EXERCISE OBJECTIVE: Using the records below, quote only the span that opens with the line containing "if (!(depthFactor >" and closes with the line containing "const offsetM = isCentre ? 0 : radiusM;", exactly and inclusively.

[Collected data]
=== Begin Enclosure ===

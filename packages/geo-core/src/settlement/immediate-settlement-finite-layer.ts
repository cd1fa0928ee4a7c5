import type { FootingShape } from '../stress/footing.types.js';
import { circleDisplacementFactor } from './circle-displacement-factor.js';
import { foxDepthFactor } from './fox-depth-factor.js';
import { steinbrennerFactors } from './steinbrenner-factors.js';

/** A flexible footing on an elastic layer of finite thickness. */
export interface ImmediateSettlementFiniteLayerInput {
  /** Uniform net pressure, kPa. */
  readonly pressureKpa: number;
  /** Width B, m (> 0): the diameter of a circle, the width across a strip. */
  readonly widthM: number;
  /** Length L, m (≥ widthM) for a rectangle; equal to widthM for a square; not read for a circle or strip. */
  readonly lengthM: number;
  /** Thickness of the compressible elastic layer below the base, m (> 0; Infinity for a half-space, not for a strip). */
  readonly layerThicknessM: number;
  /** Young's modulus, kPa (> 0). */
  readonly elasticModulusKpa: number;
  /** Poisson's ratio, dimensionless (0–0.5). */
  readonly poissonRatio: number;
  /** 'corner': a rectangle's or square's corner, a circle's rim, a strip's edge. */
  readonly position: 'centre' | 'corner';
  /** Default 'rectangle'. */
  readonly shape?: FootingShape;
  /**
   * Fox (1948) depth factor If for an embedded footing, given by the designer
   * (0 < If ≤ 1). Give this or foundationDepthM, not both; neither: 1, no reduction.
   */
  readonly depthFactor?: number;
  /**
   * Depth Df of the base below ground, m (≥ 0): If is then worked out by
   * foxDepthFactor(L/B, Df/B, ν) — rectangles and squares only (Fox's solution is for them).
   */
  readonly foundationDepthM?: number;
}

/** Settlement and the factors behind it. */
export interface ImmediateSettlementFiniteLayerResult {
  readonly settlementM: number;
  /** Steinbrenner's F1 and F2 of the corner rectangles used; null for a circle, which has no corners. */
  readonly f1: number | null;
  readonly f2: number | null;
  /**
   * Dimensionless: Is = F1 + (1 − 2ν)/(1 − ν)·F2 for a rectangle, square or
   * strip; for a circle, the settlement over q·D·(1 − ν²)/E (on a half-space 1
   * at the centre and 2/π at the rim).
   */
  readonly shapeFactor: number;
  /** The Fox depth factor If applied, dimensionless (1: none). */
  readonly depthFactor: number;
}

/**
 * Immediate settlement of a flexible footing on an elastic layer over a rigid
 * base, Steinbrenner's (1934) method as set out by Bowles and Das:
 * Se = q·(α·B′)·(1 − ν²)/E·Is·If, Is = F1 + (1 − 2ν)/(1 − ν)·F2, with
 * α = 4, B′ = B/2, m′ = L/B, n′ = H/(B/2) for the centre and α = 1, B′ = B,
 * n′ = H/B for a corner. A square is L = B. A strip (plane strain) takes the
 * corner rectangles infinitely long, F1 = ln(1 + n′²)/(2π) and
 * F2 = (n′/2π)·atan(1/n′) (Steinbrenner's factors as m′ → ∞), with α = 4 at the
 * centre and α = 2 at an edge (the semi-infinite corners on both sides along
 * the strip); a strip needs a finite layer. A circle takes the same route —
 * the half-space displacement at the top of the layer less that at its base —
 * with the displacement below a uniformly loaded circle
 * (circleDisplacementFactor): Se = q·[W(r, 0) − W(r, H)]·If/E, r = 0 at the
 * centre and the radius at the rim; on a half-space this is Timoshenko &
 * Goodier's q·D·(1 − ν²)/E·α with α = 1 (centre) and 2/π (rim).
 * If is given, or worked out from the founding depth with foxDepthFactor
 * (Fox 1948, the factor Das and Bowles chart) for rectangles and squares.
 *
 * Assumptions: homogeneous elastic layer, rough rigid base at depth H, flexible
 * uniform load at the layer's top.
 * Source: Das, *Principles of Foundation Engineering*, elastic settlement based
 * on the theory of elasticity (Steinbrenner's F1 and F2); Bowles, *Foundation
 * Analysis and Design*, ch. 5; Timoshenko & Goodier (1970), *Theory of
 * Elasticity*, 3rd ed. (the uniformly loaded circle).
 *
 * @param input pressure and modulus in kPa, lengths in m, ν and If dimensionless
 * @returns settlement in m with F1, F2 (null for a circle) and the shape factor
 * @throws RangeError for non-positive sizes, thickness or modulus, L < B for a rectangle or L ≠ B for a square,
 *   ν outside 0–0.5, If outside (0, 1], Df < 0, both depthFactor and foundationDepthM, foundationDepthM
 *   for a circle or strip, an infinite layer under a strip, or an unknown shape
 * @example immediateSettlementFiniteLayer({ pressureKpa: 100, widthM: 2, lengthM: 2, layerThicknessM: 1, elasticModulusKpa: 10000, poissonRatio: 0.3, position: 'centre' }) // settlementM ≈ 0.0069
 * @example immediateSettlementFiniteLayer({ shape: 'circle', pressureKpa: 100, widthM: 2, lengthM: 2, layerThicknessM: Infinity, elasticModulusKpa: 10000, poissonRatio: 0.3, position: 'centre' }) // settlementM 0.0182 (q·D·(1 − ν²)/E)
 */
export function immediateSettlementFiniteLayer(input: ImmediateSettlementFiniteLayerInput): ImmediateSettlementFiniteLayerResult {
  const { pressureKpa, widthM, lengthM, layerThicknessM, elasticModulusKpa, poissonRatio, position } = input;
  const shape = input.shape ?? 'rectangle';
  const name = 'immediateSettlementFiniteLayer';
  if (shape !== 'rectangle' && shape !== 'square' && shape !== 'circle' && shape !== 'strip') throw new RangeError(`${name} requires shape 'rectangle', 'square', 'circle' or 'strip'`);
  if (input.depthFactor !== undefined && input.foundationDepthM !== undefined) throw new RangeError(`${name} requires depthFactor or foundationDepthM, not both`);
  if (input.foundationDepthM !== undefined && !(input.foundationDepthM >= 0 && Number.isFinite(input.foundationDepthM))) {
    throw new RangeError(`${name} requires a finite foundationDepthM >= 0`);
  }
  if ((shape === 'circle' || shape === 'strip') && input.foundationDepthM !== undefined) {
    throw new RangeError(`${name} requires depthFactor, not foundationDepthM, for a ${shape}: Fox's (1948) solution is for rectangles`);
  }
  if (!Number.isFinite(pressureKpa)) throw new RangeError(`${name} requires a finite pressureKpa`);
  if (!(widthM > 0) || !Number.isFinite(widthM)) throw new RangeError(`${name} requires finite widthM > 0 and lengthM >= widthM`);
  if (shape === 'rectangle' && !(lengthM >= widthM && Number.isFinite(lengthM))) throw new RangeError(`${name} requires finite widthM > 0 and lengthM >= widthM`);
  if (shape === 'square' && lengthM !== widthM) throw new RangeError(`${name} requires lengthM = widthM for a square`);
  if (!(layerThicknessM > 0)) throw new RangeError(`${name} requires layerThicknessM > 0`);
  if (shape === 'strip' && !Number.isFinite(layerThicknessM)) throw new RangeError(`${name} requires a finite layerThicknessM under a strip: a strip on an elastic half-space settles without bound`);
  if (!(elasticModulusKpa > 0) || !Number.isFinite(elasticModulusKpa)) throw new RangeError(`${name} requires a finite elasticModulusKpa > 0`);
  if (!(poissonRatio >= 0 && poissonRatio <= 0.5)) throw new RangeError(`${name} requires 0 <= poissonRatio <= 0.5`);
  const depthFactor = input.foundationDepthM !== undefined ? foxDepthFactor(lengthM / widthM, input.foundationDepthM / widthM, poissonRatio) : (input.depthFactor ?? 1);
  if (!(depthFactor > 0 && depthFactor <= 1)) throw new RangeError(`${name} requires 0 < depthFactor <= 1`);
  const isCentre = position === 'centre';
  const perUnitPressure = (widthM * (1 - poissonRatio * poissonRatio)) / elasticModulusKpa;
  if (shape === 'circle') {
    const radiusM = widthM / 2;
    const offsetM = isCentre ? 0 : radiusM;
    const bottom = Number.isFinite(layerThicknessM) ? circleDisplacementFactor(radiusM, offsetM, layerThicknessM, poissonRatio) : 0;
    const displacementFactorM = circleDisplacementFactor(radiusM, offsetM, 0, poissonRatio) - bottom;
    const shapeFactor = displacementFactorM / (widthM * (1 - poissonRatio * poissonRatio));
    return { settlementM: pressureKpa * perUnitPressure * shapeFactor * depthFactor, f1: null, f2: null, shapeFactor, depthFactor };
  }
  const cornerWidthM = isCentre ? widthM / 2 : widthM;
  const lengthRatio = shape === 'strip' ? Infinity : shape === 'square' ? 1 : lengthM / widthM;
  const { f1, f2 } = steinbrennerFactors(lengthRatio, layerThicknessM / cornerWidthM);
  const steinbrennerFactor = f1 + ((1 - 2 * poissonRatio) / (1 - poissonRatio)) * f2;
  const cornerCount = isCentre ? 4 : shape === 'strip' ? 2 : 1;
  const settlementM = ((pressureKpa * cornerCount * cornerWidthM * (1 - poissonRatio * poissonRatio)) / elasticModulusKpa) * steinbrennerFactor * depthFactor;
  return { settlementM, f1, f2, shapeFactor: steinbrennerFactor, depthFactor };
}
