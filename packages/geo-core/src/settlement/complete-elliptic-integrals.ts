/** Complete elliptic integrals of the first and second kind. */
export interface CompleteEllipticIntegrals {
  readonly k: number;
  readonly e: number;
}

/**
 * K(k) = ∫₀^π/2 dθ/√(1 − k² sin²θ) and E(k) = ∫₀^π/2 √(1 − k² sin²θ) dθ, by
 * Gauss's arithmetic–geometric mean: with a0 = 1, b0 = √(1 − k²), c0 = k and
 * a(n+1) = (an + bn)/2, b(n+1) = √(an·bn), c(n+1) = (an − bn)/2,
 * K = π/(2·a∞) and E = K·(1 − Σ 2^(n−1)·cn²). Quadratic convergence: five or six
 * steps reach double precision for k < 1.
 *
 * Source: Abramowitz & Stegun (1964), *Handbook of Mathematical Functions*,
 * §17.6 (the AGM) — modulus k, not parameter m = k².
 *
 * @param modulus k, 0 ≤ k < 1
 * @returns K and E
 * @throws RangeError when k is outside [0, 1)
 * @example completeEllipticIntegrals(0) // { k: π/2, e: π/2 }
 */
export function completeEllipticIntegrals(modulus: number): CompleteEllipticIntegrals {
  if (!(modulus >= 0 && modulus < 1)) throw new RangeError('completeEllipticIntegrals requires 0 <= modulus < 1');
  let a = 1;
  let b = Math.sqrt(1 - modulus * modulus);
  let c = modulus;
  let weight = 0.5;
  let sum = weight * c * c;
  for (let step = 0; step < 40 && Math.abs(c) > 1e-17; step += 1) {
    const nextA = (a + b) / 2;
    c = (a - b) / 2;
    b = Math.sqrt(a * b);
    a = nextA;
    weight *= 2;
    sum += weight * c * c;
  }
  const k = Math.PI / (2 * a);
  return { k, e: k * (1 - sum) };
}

=== End Enclosure ===

REPLY:
  if (!(depthFactor > 0 && depthFactor <= 1)) throw new RangeError(`${name} requires 0 < depthFactor <= 1`);
  const isCentre = position === 'centre';
  const perUnitPressure = (widthM * (1 - poissonRatio * poissonRatio)) / elasticModulusKpa;
  if (shape === 'circle') {
    const radiusM = widthM / 2;
    const offsetM = isCentre ? 0 : radiusM;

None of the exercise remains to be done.